Biden’s European travels should make plain to him, if it was not already, that continental opinion is deeply divided about how to manage Russia. The Baltic States want hard security guarantees from NATO. They, like the Poles, oppose the Nord Stream 2 pipeline as increasing Moscow’s leverage on Western Europe.
The French and Italians, by contrast, seek to maximize their trade with Russia. German opinion is divided. The so-called Russlandverstleher (literally, “Russia-understander”), a faction including the country’s far right as well as a substantial part of the business community, is anti-American and supports the narrative that it is the eastward expansion of NATO and the EU that has driven Russia into an adversarial posture. Such people are untroubled by Putin’s trampling of human rights.
Meanwhile the German Atlantiker camp, of which Chancellor Angela Merkel has been standard-bearer, supports relatively firm responses to Russian excesses, including sanctions. But Merkel is on her way out, and the sanctions imposed are weak — her advocacy of Nord Stream 2 survived the 2019 assassination of a Chechen dissident in a Berlin park, an act authoritatively linked to the Kremlin.
A new difficulty is that the Russians, like the Chinese, Iranians and some nonstate actors, are turning to hard-to-trace cryptocurrencies to support and reap profits from their most disruptive foreign activities, including ransomware cyberattacks on Western institutions. Beyond doubts about the European will to challenge Moscow’s actions, there are also uncertainties about means — identifying guilty parties and making sanctions effective.
Meanwhile, some European governments have not yet come to terms with the harsh reality that, whatever courses they adopt, they are unlikely ever again to receive the ironclad support from Washington they have taken for granted since 1945, symbolized by President John F. Kennedy’s 1963 “Ich bin ein Berliner” speech in West Berlin.
The US seems committed to a long cold war with China, which will dominate its foreign policy in the years ahead. Despite Biden’s desire to escape the morass of the Middle East, that region also will absorb an unwelcome share of the administration’s attention.
Biden and his foreign policy team view Russia as a disruptor, but not an existential threat like China. Unless or until the Europeans show themselves more willing to support US objectives in Asia, they would be rash to expect much help from Washington in repelling Kremlin bullying.
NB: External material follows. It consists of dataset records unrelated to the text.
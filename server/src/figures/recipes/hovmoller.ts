/**
 * Time–latitude (Hovmöller) recipe: a stored zonal mean, raw or as anomalies of each latitude
 * against its own base-period monthly-mean climatology (engine `anomaly`, WMO-No. 1203 rule).
 *
 * data: HovmollerData (common/src/figure-kinds/hovmoller) — `latitudes` (south to north), `cells` [{ month, lat, value }], time-major.
 *
 * numbers:
 * - `max.value`, `min.value` — largest / smallest value shown, field units
 * - `max.lat`, `min.lat` — their latitude, degrees north
 */
import { anomaly, formatMonth, hovmollerMethods, parseMonth } from '@upwell/common';
import type { FigureRecipeHandler } from './recipe';

/** The Hovmöller recipe. */
export const hovmollerRecipe: FigureRecipeHandler<'hovmoller'> = {
  kind: 'hovmoller',
  bindings: () => [],
  compute(r, inputs) {
    const f = inputs.zonalField;
    // The service loads the field for every hovmoller recipe; its absence here would be a bug.
    if (!f) throw new Error('zonal field was not loaded');
    const nLat = f.latitudes.length;
    const warnings = new Set<string>();
    const columns = f.latitudes.map((lat, j) => {
      const raw = f.rows.map((row) => row[j]);
      if (r.show === 'raw') return raw;
      const a = anomaly({ series: { start: f.start, values: raw }, base: r.base });
      // Latitudes share the field's months, so their warnings mostly repeat: each is said once.
      for (const w of a.warnings) warnings.add(`${f.used.name}: ${w}`);
      return a.anomaly.values;
    });
    const first = parseMonth(f.start);
    const cells: { month: string; lat: number; value: number | null }[] = [];
    let max: { value: number; lat: number } | null = null;
    let min: { value: number; lat: number } | null = null;
    for (let m = 0; m < f.rows.length; m++) {
      const month = formatMonth(first + m);
      for (let j = 0; j < nLat; j++) {
        const value = columns[j][m];
        cells.push({ month, lat: f.latitudes[j], value });
        if (value === null) continue;
        if (max === null || value > max.value) max = { value, lat: f.latitudes[j] };
        if (min === null || value < min.value) min = { value, lat: f.latitudes[j] };
      }
    }
    return {
      data: { units: f.used.units, show: r.show, latitudes: f.latitudes, cells },
      numbers: [
        { key: 'max.value', label: `Largest ${r.show === 'anomaly' ? 'anomaly' : 'value'} of ${f.used.name}`, value: max?.value ?? null, units: f.used.units },
        { key: 'max.lat', label: 'Latitude of the largest value', value: max?.lat ?? null, units: 'degrees_north' },
        { key: 'min.value', label: `Smallest ${r.show === 'anomaly' ? 'anomaly' : 'value'} of ${f.used.name}`, value: min?.value ?? null, units: f.used.units },
        { key: 'min.lat', label: 'Latitude of the smallest value', value: min?.lat ?? null, units: 'degrees_north' },
      ],
      methods: hovmollerMethods(r, f.used),
      cautions: [],
      warnings: [...warnings],
    };
  },
};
There will be lots more high-level American visits to Europe, and familiar declarations of transatlantic solidarity. The British will continue to cherish their vacuous mantra about the “special relationship.”
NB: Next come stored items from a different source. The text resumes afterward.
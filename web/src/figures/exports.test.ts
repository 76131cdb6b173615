import { describe, expect, it } from 'vitest';
import { compile } from 'vega-lite';
import { figureSvg, exportName } from './exports';
import { budgetSpec, compositeSpec, hovmollerSpec, lagCorrelationSpec, scatterSpec, seasonalCycleSpec, timeseriesSpec } from '@upwell/common';

const specs = {
  timeseries: timeseriesSpec({
    points: [{ month: '1997-01', value: 0.1 }, { month: '1997-02', value: 0.3 }],
    events: [{ phase: 'warm', start: '1997-01', peak: '1997-01', end: '1997-02' }],
    units: 'Pg C',
    show: 'anomaly',
  }),
  'seasonal-cycle': seasonalCycleSpec({ months: [{ month: 1, mean: 1, sd: 0.1, min: 0.8, max: 1.2, n: 30 }], units: 'Pg C' }),
  'lag-correlation': lagCorrelationSpec({ lags: [{ lag: 0, r: 0.5, n: 100, nEff: 30, p: 0.01, threshold: 0.36 }], strongest: { lag: 0, r: 0.5, p: 0.01 } }),
  composite: compositeSpec({ offsets: [0, 1], mean: [1, 2], lower: [0, 1], upper: [2, 3], n: [2, 2], members: [{ at: '1997-12', values: [1, 2] }], units: 'Pg C' }),
  budget: budgetSpec({ months: ['2000-01'], terms: [{ name: 'biology', values: [1] }], tendency: [1], residual: [0], rmsResidual: 0, relativeResidual: 0, units: 'Pg C yr⁻¹' }),
  hovmoller: hovmollerSpec({ cells: [{ month: '2000-01', lat: 0, value: 1 }, { month: '2000-01', lat: 2, value: -1 }], units: 'µmol kg⁻¹' }),
  scatter: scatterSpec({ points: [{ x: 0, y: 1, month: '2000-01' }, { x: 1, y: 2, month: '2000-02' }], fit: { slope: 1, intercept: 1, r2: 1, n: 2 }, xUnits: '°C', yUnits: 'Pg C' }),
};

describe('every spec is valid vega-lite', () => {
  for (const [kind, spec] of Object.entries(specs)) {
    it(`${kind} compiles without warnings`, () => {
      const warnings: string[] = [];
      const logger = { level: () => logger, warn: (...m: unknown[]) => (warnings.push(m.join(' ')), logger), info: () => logger, debug: () => logger, error: (...m: unknown[]) => { throw new Error(m.join(' ')); } };
      compile({ ...(spec as object), width: 600 } as Parameters<typeof compile>[0], { logger: logger as never });
      expect(warnings).toEqual([]);
    });
  }
});

describe('figure exports', () => {
  it('renders a figure to SVG off screen with its axis titles', async () => {
    const svg = await figureSvg(specs['lag-correlation']);
    expect(svg.startsWith('<svg')).toBe(true);
    expect(svg).toContain('Correlation r, Pearson (dimensionless)');
    expect(svg).toContain('strongest: r = 0.50 at lag 0');
  });

  for (const [kind, spec] of Object.entries(specs)) {
    it(`${kind} renders through the expression interpreter (no eval)`, async () => {
      expect(await figureSvg(spec)).toMatch(/^<svg[\s\S]*<\/svg>$/);
    });
  }

  it('names files by figure number and kind', () => {
    expect(exportName(3, 'Time–latitude diagram')).toBe('figure-3-time-latitude-diagram');
    expect(exportName(null, 'Event table')).toBe('event-table');
  });
});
Behind the warm words, however, there is little substance. If Boris Johnson understood his history a little better, he would know that the same was true of the August 1941 Atlantic Charter drafted by Prime Minister Winston Churchill, and half-heartedly acquiesced in by President Franklin Roosevelt.
Putin grasps all this. So long as he does not overreach, he can sustain his ruthless domestic polity and make trouble for the West when it suits, at little cost or risk. The Russian people seldom fail to applaud when he asserts their nation’s supposed rights at the expense of the arrogant West.
The atrophy that has fallen upon the Atlantic relationship is a loss to all parties. It is nonetheless hard to see how the damage can be repaired, because of the divergence of perceived interests between Washington and the European capitals, together with the lack of real statesmen in their foreign services.
We need some big men and women on the world stage to defend the cause of liberal democracy. In their absence, tyrants will continue to thrive.